2. La libertà di esprimere la sua religione o le sue convinzioni non possono essere oggetto di altre restrizioni se non quelle che, previste dalla legge, costituiscono delle misure necessarie, in una società democratica, alla sicurezza pubblica, alla protezione dell’ordine, della salute o della morale pubblica, o alla protezione dei diritti e libertà di altrui.”
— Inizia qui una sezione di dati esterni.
"""Write the export files (one long CSV per year) and the truth files.

All files are CSV with ``\\n`` line ends and fixed number formats, so a seed
writes the same bytes every time.
"""
from __future__ import annotations

import csv
from pathlib import Path

import pandas as pd

EXPORT_HEADER = ("time", "site", "variable", "value", "unit")
TRUTH_DECIMALS = 4


def export_name(year: int) -> str:
    """File name of one year's export."""
    return f"brackenfold_{year}.csv"


def write_export(out_dir: Path, year: int, rows: list[tuple]) -> Path:
    """``<out_dir>/brackenfold_<year>.csv``: long rows time, site, variable, value, unit."""
    out_dir.mkdir(parents=True, exist_ok=True)
    path = out_dir / export_name(year)
    with path.open("w", newline="", encoding="utf-8") as fh:
        writer = csv.writer(fh, lineterminator="\n")
        writer.writerow(EXPORT_HEADER)
        writer.writerows(rows)
    return path


def write_truth(out_dir: Path, daily: pd.DataFrame, events: list[dict]) -> None:
    """``<out_dir>/truth/daily.csv`` (daily truth, 4 decimals) and ``truth/events.csv``."""
    folder = out_dir / "truth"
    folder.mkdir(parents=True, exist_ok=True)
    daily.to_csv(folder / "daily.csv", index=False, lineterminator="\n", float_format=f"%.{TRUTH_DECIMALS}f")
    pd.DataFrame(events, columns=["season", "kind", "date", "detail"]).to_csv(
        folder / "events.csv", index=False, lineterminator="\n")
22. Il Governo si oppone a questa tesi.
A. Sull’ammissibilità
23. Il Governo eccepisce innanzitutto del tardività della richiesta. Considera che il richiedente avrebbe dovuto introdurre la sua richiesta entro sei mesi a contare dal 13 ottobre 2005, ossia la data della decisione del GIP di non rinviare l’udienza controversa.
24. Il richiedente si oppone e chieda alla Corte di considerare l’ordinanza del 15 febbraio 2008, o l’archiviazione senza seguito della sua querela contro i magistrati responsabili della scelta della data dell’ udienza, come decisione interna definitiva per il calcolo del termine di sei mesi.
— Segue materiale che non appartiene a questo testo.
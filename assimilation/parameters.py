"""Default parameters of the nutrient–phytoplankton model, with their sources.

This module is the one place where Bloomline's default rate constants live;
``assimilation.spec`` takes its dataclass defaults from here and nothing else
repeats the numbers.

Values are typical mid-range figures for a eutrophic temperate lake, chosen so
that a new water body runs before any tuning. Sources:

[1] Bowie, G.L. et al. (1985) Rates, Constants, and Kinetics Formulations in
    Surface Water Quality Modeling, 2nd ed. US EPA, EPA/600/3-85/040.
[2] Chapra, S.C. (1997) Surface Water-Quality Modeling. McGraw-Hill, ch. 33–34.
[3] Eppley, R.W. (1972) Temperature and phytoplankton growth in the sea.
    Fishery Bulletin 70:1063–1085.
[4] Steele, J.H. (1962) Environmental control of photosynthesis in the sea.
    Limnology and Oceanography 7:137–150.
[5] Redfield, A.C. (1958) The biological control of chemical factors in the
    environment. American Scientist 46:205–221.
[6] Janse, J.H. (2005) Model studies on the eutrophication of shallow lakes
    and ditches. PhD thesis, Wageningen University (PCLake), and Hipsey,
    M.R. et al. (2013) Computational Aquatic Ecosystem Dynamics Model
    (CAEDYM) v3 Science Manual, University of Western Australia: nitrogen
    fixers whose N limitation has a floor paid by slower growth (as
    recalled, from memory).
[7] Hense, I. and Beckmann, A. (2006) Towards a model of cyanobacteria life
    cycle — effects of growing and resting stages on bloom formation of
    N2-fixing species. Ecological Modelling 195:205–218 (a lower growth rate
    of diazotrophs as the energetic cost of fixation).

Values marked "from memory" are mid-range figures from the compilations [1]
and [2] as recalled, not re-read from the tables; they are starting values
for the filter's parameter estimation, not calibrated constants.

Choice of the cyanobacteria advantage (documented here once)
-------------------------------------------------------------
Warm, calm, nitrogen-poor water favours cyanobacteria in Bloomline through
the combination of:

* a steeper temperature response (theta 1.10 against Eppley's 1.065 for the
  green algae) from a lower rate at 20 °C (1.2 against 2.0 /d): the gap in
  maximum growth narrows from 2.1× at 12 °C to 1.3× at 27 °C;
* buoyancy: no settling loss, while the green algae settle at 0.15 m/d,
  which costs them 0.06 /d in a 2.5 m deep arm (settling stands for calm
  water; mixing by wind is not modelled);
* nitrogen fixation (``nitrogen_fixing``): when dissolved inorganic N is
  short, a fixer grows at no less than FIXATION_GROWTH_FRACTION of its
  maximum rate and takes the missing N from dissolved N2 (see
  :func:`assimilation.kinetics.nitrogen_limitation_with_fixation`); fixed N
  is a source of total N that the mass budget books as ``fixation``;
* a low nitrogen half-saturation (5 against 15 µg N/L);
* a lower light saturation (shade tolerance under self-shading) and a
  slightly higher phosphorus affinity (K_P 1.5 against 2 µg P/L), so a
  small cyanobacteria population persists through a phosphorus-limited
  early summer and can bloom once nitrogen runs low.

The green algae win in cool, nitrogen-rich water by their faster growth.
The checks in tests/assimilation/test_cyanobacteria_bloom.py pin both
outcomes.
"""
from __future__ import annotations

# --- stoichiometry -----------------------------------------------------------
#: Carbon to chlorophyll-a ratio [mg C / mg chl-a]; range 20–100 in [1], [2].
CARBON_TO_CHLOROPHYLL = 50.0
#: Redfield ratio by mass, C:N:P = 41:7.2:1 [5] (106:16:1 molar).
REDFIELD_NITROGEN_TO_CARBON = 7.2 / 41.0
REDFIELD_PHOSPHORUS_TO_CARBON = 1.0 / 41.0
#: Nitrogen held per unit chlorophyll-a [µg N / µg chl-a].
NITROGEN_TO_CHLOROPHYLL = CARBON_TO_CHLOROPHYLL * REDFIELD_NITROGEN_TO_CARBON
#: Phosphorus held per unit chlorophyll-a [µg P / µg chl-a].
PHOSPHORUS_TO_CHLOROPHYLL = CARBON_TO_CHLOROPHYLL * REDFIELD_PHOSPHORUS_TO_CARBON

# --- light -------------------------------------------------------------------
#: Photosynthetically active fraction of shortwave radiation [-]; 0.43–0.50
#: (common practice).
PAR_FRACTION = 0.45
#: Background light attenuation of water, dissolved and suspended matter
#: [1/m]; Kd ≈ 1.7 / Secchi depth, so 0.8 /m is clear-water Secchi ≈ 2 m
#: (rule of thumb in [2]).
BACKGROUND_ATTENUATION_PER_M = 0.8
#: Chlorophyll-specific attenuation [m² / mg chl-a]; 0.014–0.016 (from memory,
#: consistent with the linear term of Riley's formula).
CHLOROPHYLL_ATTENUATION_M2_MG = 0.016
#: Secchi depth × attenuation coefficient [-] (rule of thumb Kd ≈ 1.7 / SD).
SECCHI_ATTENUATION_PRODUCT = 1.7

# --- recycling, detritus and sediment ---------------------------------------
#: Fraction of mortality/respiration returned at once to dissolved N and P
#: [-] (excretion and respiration); the rest becomes detritus (see
#: DETRITAL_FRACTION). Mid-range of [2] (from memory).
RECYCLED_FRACTION = 0.5
#: Fraction of the non-recycled mortality that becomes detrital N and P [-];
#: the rest leaves the water column at once. All of it: in the
#: nutrient–phytoplankton–detritus scheme of [2] (ch. 33, organic N and P
#: pools fed by algal death) the dead algae enter the organic pools and leave
#: only by settling; a chemostat without detritus sets 0 (from memory).
DETRITAL_FRACTION = 1.0
#: Remineralisation of detrital (organic) nitrogen to DIN at 20 °C [1/d]:
#: the organic-N mineralisation rate of the WASP eutrophication kinetics,
#: 0.075 /d, within the 0.02–0.4 /d of organic-N hydrolysis compiled in
#: [1] and [2] (from memory).
NITROGEN_REMINERALISATION_20_PER_D = 0.075
#: Remineralisation of detrital (organic) phosphorus to SRP at 20 °C [1/d]:
#: the organic-P mineralisation rate of the WASP eutrophication kinetics,
#: 0.22 /d, within the 0.01–0.7 /d compiled in [1] and [2] (from memory).
PHOSPHORUS_REMINERALISATION_20_PER_D = 0.22
#: Temperature coefficient of remineralisation [-]; 1.08 in [1], [2] and
#: WASP (from memory).
THETA_REMINERALISATION = 1.08
#: Settling velocity of detritus [m/d], a loss to the sediment; particulate
#: organic matter settles at 0.05–0.5 m/d in [1], [2]; low end, as fine
#: detritus settles slower than living diatoms (from memory).
DETRITUS_SETTLING_M_PER_D = 0.1
#: Internal phosphorus release from the sediment at 20 °C [mg P / m² / d],
#: per basin: the prior of the filter's estimate. Site-specific, 0.1–10
#: mg/m²/d from oxic to anoxic sediments (from memory); 1 is a mid-range
#: start on the log scale that the filter's estimate moves from. A water
#: body or basin without internal loading sets 0 (then it is not estimated).
SEDIMENT_PHOSPHORUS_RELEASE_20_MG_M2_D = 1.0
#: Temperature coefficient of sediment phosphorus release [-] (from memory).
THETA_SEDIMENT_RELEASE = 1.08

#: Denitrification, a first-order loss of dissolved inorganic nitrogen to N2
#: at the sediment–water interface, at 20 °C [1/d]; 0.01–0.1 /d in lakes
#: (from memory, ranges of [1], [2] ch. 28). Mid-low value.
DENITRIFICATION_20_PER_D = 0.02
#: Temperature coefficient of denitrification [-]; 1.045 in [2] (from memory).
THETA_DENITRIFICATION = 1.045

#: Growth rate of a nitrogen fixer with no dissolved inorganic N, as a
#: fraction of its maximum rate [-]: the energetic cost of fixing N2.
#: Fixers grow roughly half as fast on N2 as on DIN [6], [7] (0.4–0.6, from
#: memory).
FIXATION_GROWTH_FRACTION = 0.5

# --- phytoplankton groups (rates at 20 °C) ----------------------------------
#: Eppley (1972) [3]: log10 mu = 0.0275 T − 0.070, i.e. theta = 10**0.0275.
THETA_EPPLEY = 10.0 ** 0.0275

GREEN_ALGAE = dict(
    name="green_algae",
    mu_max_20_per_d=2.0,          # 1–3 /d in [1] (from memory)
    theta_growth=THETA_EPPLEY,    # Eppley (1972) [3]: 10**0.0275 = 1.065
    k_n_ugL=15.0,                 # K_N 5–25 µg N/L in [1] (from memory)
    k_p_ugL=2.0,                  # K_P 1–5 µg P/L in [1] (from memory)
    light_saturation_W_m2=80.0,   # PAR, Steele optimum [4]; from memory
    mortality_20_per_d=0.1,       # respiration + mortality ≈ 0.1 /d [1] (from memory)
    theta_mortality=1.08,         # [1] (from memory)
    settling_m_per_d=0.15,        # 0.05–0.5 m/d in [1] (from memory)
    is_cyanobacteria=False,
    nitrogen_fixing=False,
)

CYANOBACTERIA = dict(
    name="cyanobacteria",
    mu_max_20_per_d=1.2,          # slower than greens at 20 °C [1] (from memory)
    theta_growth=1.10,            # steeper temperature response (from memory)
    k_n_ugL=5.0,                  # low K_N for DIN, K_N 5–25 µg N/L in [1] (from memory)
    k_p_ugL=1.5,                  # high P affinity, K_P 1–5 µg P/L in [1] (from memory)
    light_saturation_W_m2=50.0,   # shade tolerant (from memory)
    mortality_20_per_d=0.08,      # [1] (from memory)
    theta_mortality=1.08,         # [1] (from memory)
    settling_m_per_d=0.0,         # buoyant: no net settling (common practice)
    is_cyanobacteria=True,
    nitrogen_fixing=True,         # N2-fixing cyanobacteria (Nostocales) [6], [7]
)


def default_groups():
    """The default phytoplankton groups: green algae and cyanobacteria.

    Returns a tuple of :class:`assimilation.spec.Group` with rates at 20 °C
    (see the module docstring for the sources and the choice of the
    cyanobacteria advantage).
    """
    from assimilation.spec import Group

    return (Group(**GREEN_ALGAE), Group(**CYANOBACTERIA))


def default_spec(basins, network, groups=None):
    """A :class:`assimilation.spec.ModelSpec` with Bloomline's default constants.

    basins: sequence of :class:`Basin`; network: :class:`Network`;
    groups: sequence of :class:`Group` (default :func:`default_groups`).
    """
    from assimilation.spec import ModelSpec

    if groups is None:
        groups = default_groups()
    return ModelSpec(basins=tuple(basins), groups=tuple(groups), network=network)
25. La Corte ricorda che in virtù dell’articolo 35 § 1 della Convenzione, può essere investita di una causa solo “entro sei mesi a partire dalla data della decisione interna definitiva” cioè dell’atto che chiude il processo d ‘ “esaurimento delle vie di ricorso interni”, ai sensi della stessa disposizione, tra altre, Kadiÿis c. Lettonia (no 2) (dec.), no 62393/00, 25 settembre 2003. Ricorda anche che secondo la regola dell’esaurimento delle vie di ricorso interne, un richiedente deve avvalersi normalmente dei ricorsi disponibili e sufficienti nell’ordine giuridico interno per permettere di ottenere il risarcimento delle violazioni addotte, tra altre, Assanidzé c. Georgia [GC], no 71503/01, § 127, CEDH 2004-II.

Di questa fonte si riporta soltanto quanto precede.